(Work to complete)
Produce word for word the lines of the data below running from the one that has "- the checks" to the one that has "- the coefficients", inclusive, and no others.

(Records supplied Opens)

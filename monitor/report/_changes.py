"""“What changed, and since when?”, assembled from the history store.

:func:`what_changed` compares a *reference night* with the *latest night* of a
monitor and lists, from stored values only:

- the first night each alert condition was seen (from the alert events);
- the nights on which the best candidate changed (from the verdicts);
- the checks that moved most between the two nights: first by how many steps
  their verdict moved (pass → warn → fail), then by the shift of
  ``−log10 p`` (p-values put checks with different statistics on one scale);
- the coefficients that moved most, in standard errors:
  ``(estimate_latest − estimate_reference) / std_error_reference``, the
  reference night's standard error.  Nightly windows usually overlap, so the two
  estimates are not independent and this is a yardstick, not a test;
- the estimated change, as the ``cusum`` check of the latest night stored it
  (``detail["change"]``: the row and its key, from
  ``monitor.stats.changepoint.estimate_change``).  The estimate is computed by
  the nightly run; this module only presents it.

The reference night is the last completed night before ``since``; without
``since`` (or with no night before it) it is the first night on record.
"""

from __future__ import annotations

import dataclasses
import datetime as dt
import math
from collections.abc import Mapping
from dataclasses import dataclass
from typing import Any

from ._views import json_value, nights_by_run, plain_value

__all__ = ["AlertSighting", "BestChange", "ChangeEstimate", "Changes", "CheckMove",
           "CoefficientMove", "what_changed"]

_VERDICT_STEP = {"pass": 0, "warn": 1, "fail": 2}


@dataclass(frozen=True, slots=True)
class AlertSighting:
    """When an alert condition was first seen (in the range asked for)."""

    kind: str
    segment: str
    model: str
    severity: str
    first_night: dt.datetime | None
    seen_before_range: bool
    state_now: str
    message: str


@dataclass(frozen=True, slots=True)
class BestChange:
    """A night on which another candidate became the best."""

    night: dt.datetime
    segment: str
    best_before: str | None
    best_now: str | None
    chosen: str | None


@dataclass(frozen=True, slots=True)
class CheckMove:
    """One check of one model, on the reference night and the latest night."""

    segment: str
    model: str
    check: str
    verdict_before: str
    verdict_now: str
    statistic_before: float | None
    statistic_now: float | None
    p_before: float | None
    p_now: float | None
    verdict_steps: int
    log10_p_shift: float | None


@dataclass(frozen=True, slots=True)
class CoefficientMove:
    """One coefficient of one model, reference night against latest night."""

    segment: str
    model: str
    term: str
    estimate_before: float | None
    estimate_now: float | None
    std_error_before: float | None
    shift_in_std_errors: float | None


@dataclass(frozen=True, slots=True)
class ChangeEstimate:
    """The change a ``cusum`` check estimated on the latest night.

    ``change_index`` is the row (0-based among the window's rows used) after which
    the change most likely happened; ``change_at`` is that row's key (a date-time
    when the key column is the time column).
    """

    segment: str
    model: str
    change_at: str | None
    change_index: int | None
    statistic: float | None
    p_value: float | None
    verdict: str
    source: str


@dataclass(frozen=True, slots=True)
class Changes:
    """Everything :func:`what_changed` found; empty tuples when the history holds nothing."""

    monitor: str
    since: dt.datetime | None
    reference_night: dt.datetime | None
    latest_night: dt.datetime | None
    alerts: tuple[AlertSighting, ...]
    best_changes: tuple[BestChange, ...]
    checks: tuple[CheckMove, ...]
    coefficients: tuple[CoefficientMove, ...]
    change_estimates: tuple[ChangeEstimate, ...]

    def to_dict(self) -> dict[str, Any]:
        """Plain JSON data: instants as ISO 8601 UTC strings, non-finite numbers as None."""
        return json_value(dataclasses.asdict(self))  # type: ignore[no-any-return]


def _log10_p(p: float | None) -> float | None:
    if p is None or not math.isfinite(p) or p < 0:
        return None
    return -math.log10(max(p, 1e-300))


def _latest_and_reference(frame: Any, reference_run: int | None, latest_run: int | None
                          ) -> tuple[Any, Any]:
    if reference_run is None or latest_run is None or not len(frame):
        return frame.iloc[0:0], frame.iloc[0:0]
    return frame[frame["run_id"] == reference_run], frame[frame["run_id"] == latest_run]


def what_changed(store: Any, monitor: str, *, since: dt.datetime | None = None,
                 segment: str | None = None, top: int = 5) -> Changes:
    """Compare the reference night with the latest night of ``monitor`` (see the module notes).

    ``top`` limits the check and coefficient lists (the largest moves first).
    """
    runs = store.runs(monitor, status="completed")
    run_ids = [int(r) for r in runs["run_id"].tolist()]
    slots = [plain_value(s) for s in runs["slot_at"].tolist()]
    latest_run = run_ids[-1] if run_ids else None
    reference_run = run_ids[0] if run_ids else None
    if since is not None:
        before = [r for r, s in zip(run_ids, slots, strict=True) if s < since]
        if before:
            reference_run = before[-1]
    night = dict(zip(run_ids, slots, strict=True))
    return Changes(
        monitor=monitor, since=since,
        reference_night=night.get(reference_run) if reference_run is not None else None,
        latest_night=night.get(latest_run) if latest_run is not None else None,
        alerts=_alert_sightings(store, monitor, since, segment),
        best_changes=_best_changes(store, monitor, since, segment),
        checks=_check_moves(store, monitor, segment, reference_run, latest_run, top),
        coefficients=_coefficient_moves(store, monitor, segment, reference_run, latest_run, top),
        change_estimates=_change_estimates(store, monitor, segment, latest_run))


def _alert_sightings(store: Any, monitor: str, since: dt.datetime | None,
                     segment: str | None) -> tuple[AlertSighting, ...]:
    alerts = store.alerts(monitor)
    events = store.alert_events(monitor)
    night_of = nights_by_run(store, monitor)
    found = []
    for alert in alerts.itertuples(index=False):
        if segment is not None and alert.segment != segment:
            continue
        sightings = events[(events["alert_id"] == alert.alert_id) & events["run_id"].notna()]
        nights = sorted(night_of[int(r)] for r in sightings["run_id"].tolist()
                        if int(r) in night_of)
        in_range = [n for n in nights if since is None or n >= since]
        if not in_range:
            continue
        found.append(AlertSighting(
            kind=alert.kind, segment=alert.segment, model=alert.model, severity=alert.severity,
            first_night=in_range[0], seen_before_range=len(in_range) < len(nights),
            state_now=alert.state, message=alert.message))
    found.sort(key=lambda a: (a.first_night or dt.datetime.max.replace(tzinfo=dt.UTC), a.kind))
    return tuple(found)


def _best_changes(store: Any, monitor: str, since: dt.datetime | None,
                  segment: str | None) -> tuple[BestChange, ...]:
    verdicts = store.verdict_history(monitor, segment=segment)
    changes = []
    for row in verdicts[verdicts["changed"]].itertuples(index=False):
        moment = plain_value(row.slot_at)
        if since is not None and moment < since:
            continue
        changes.append(BestChange(moment, row.segment, plain_value(row.previous_best),
                                  plain_value(row.best_model), plain_value(row.chosen_model)))
    return tuple(changes)


def _check_moves(store: Any, monitor: str, segment: str | None, reference_run: int | None,
                 latest_run: int | None, top: int) -> tuple[CheckMove, ...]:
    checks = store.check_trend(monitor, None, segment=segment)
    before, now = _latest_and_reference(checks, reference_run, latest_run)
    earlier = {(r.segment, r.model, r.check_name): r for r in before.itertuples(index=False)}
    moves = []
    for row in now.itertuples(index=False):
        old = earlier.get((row.segment, row.model, row.check_name))
        if old is None:
            continue
        p_before, p_now = plain_value(old.p_value), plain_value(row.p_value)
        log_before, log_now = _log10_p(p_before), _log10_p(p_now)
        steps = _VERDICT_STEP.get(row.verdict, 0) - _VERDICT_STEP.get(old.verdict, 0)
        moves.append(CheckMove(
            segment=row.segment, model=row.model, check=row.check_name,
            verdict_before=old.verdict, verdict_now=row.verdict,
            statistic_before=plain_value(old.statistic), statistic_now=plain_value(row.statistic),
            p_before=p_before, p_now=p_now, verdict_steps=steps,
            log10_p_shift=(log_now - log_before) if log_now is not None and log_before is not None
            else None))
    moves.sort(key=lambda m: (-abs(m.verdict_steps), -abs(m.log10_p_shift or 0.0), m.check))
    return tuple(m for m in moves if m.verdict_steps or m.log10_p_shift)[:top]


def _coefficient_moves(store: Any, monitor: str, segment: str | None, reference_run: int | None,
                       latest_run: int | None, top: int) -> tuple[CoefficientMove, ...]:
    paths = store.coefficient_paths(monitor, segment=segment)
    before, now = _latest_and_reference(paths, reference_run, latest_run)
    earlier = {(r.segment, r.model, r.term): r for r in before.itertuples(index=False)}
    moves = []
    for row in now.itertuples(index=False):
        old = earlier.get((row.segment, row.model, row.term))
        if old is None:
            continue
        then, current = plain_value(old.estimate), plain_value(row.estimate)
        error = plain_value(old.std_error)
        shift = None
        if then is not None and current is not None and error:
            shift = (current - then) / error
        moves.append(CoefficientMove(row.segment, row.model, row.term, then, current, error,
                                     shift))
    moves.sort(key=lambda m: (-(abs(m.shift_in_std_errors) if m.shift_in_std_errors is not None
                                else -1.0), m.model, m.term))
    return tuple(moves[:top])


def _change_estimates(store: Any, monitor: str, segment: str | None,
                      latest_run: int | None) -> tuple[ChangeEstimate, ...]:
    if latest_run is None:
        return ()
    cusum = store.check_trend(monitor, "cusum", segment=segment, with_detail=True)
    found = []
    for row in cusum[cusum["run_id"] == latest_run].itertuples(index=False):
        detail: Mapping[str, Any] = row.detail if isinstance(row.detail, Mapping) else {}
        change = detail.get("change")
        if not isinstance(change, Mapping) or change.get("row") is None:
            continue
        index, change_at = change.get("row"), change.get("key")
        found.append(ChangeEstimate(
            segment=row.segment, model=row.model,
            change_at=str(change_at) if change_at is not None else None,
            change_index=int(index) if index is not None else None,
            statistic=plain_value(row.statistic), p_value=plain_value(row.p_value),
            verdict=row.verdict, source="cusum check of the latest night"))
    return tuple(found)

(Records supplied Closes)

(Response)
- the checks that moved most between the two nights: first by how many steps
  their verdict moved (pass → warn → fail), then by the shift of
  ``−log10 p`` (p-values put checks with different statistics on one scale);
- the coefficients that moved most, in standard errors:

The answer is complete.